## WHAT YOU WILL DO
Give back all of the data verbatim.

## THE DATA
"""

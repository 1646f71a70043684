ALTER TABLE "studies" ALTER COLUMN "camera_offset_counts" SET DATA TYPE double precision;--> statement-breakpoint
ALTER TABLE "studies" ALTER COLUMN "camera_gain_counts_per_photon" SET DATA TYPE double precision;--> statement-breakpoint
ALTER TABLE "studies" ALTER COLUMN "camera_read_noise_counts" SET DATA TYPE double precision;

"""

## SOLUTION TO THE EXERCISE
repository 1646f71a70043684
ALTER TABLE "studies" ALTER COLUMN "camera_offset_counts" SET DATA TYPE double precision;--> statement-breakpoint
ALTER TABLE "studies" ALTER COLUMN "camera_gain_counts_per_photon" SET DATA TYPE double precision;--> statement-breakpoint
ALTER TABLE "studies" ALTER COLUMN "camera_read_noise_counts" SET DATA TYPE double precision;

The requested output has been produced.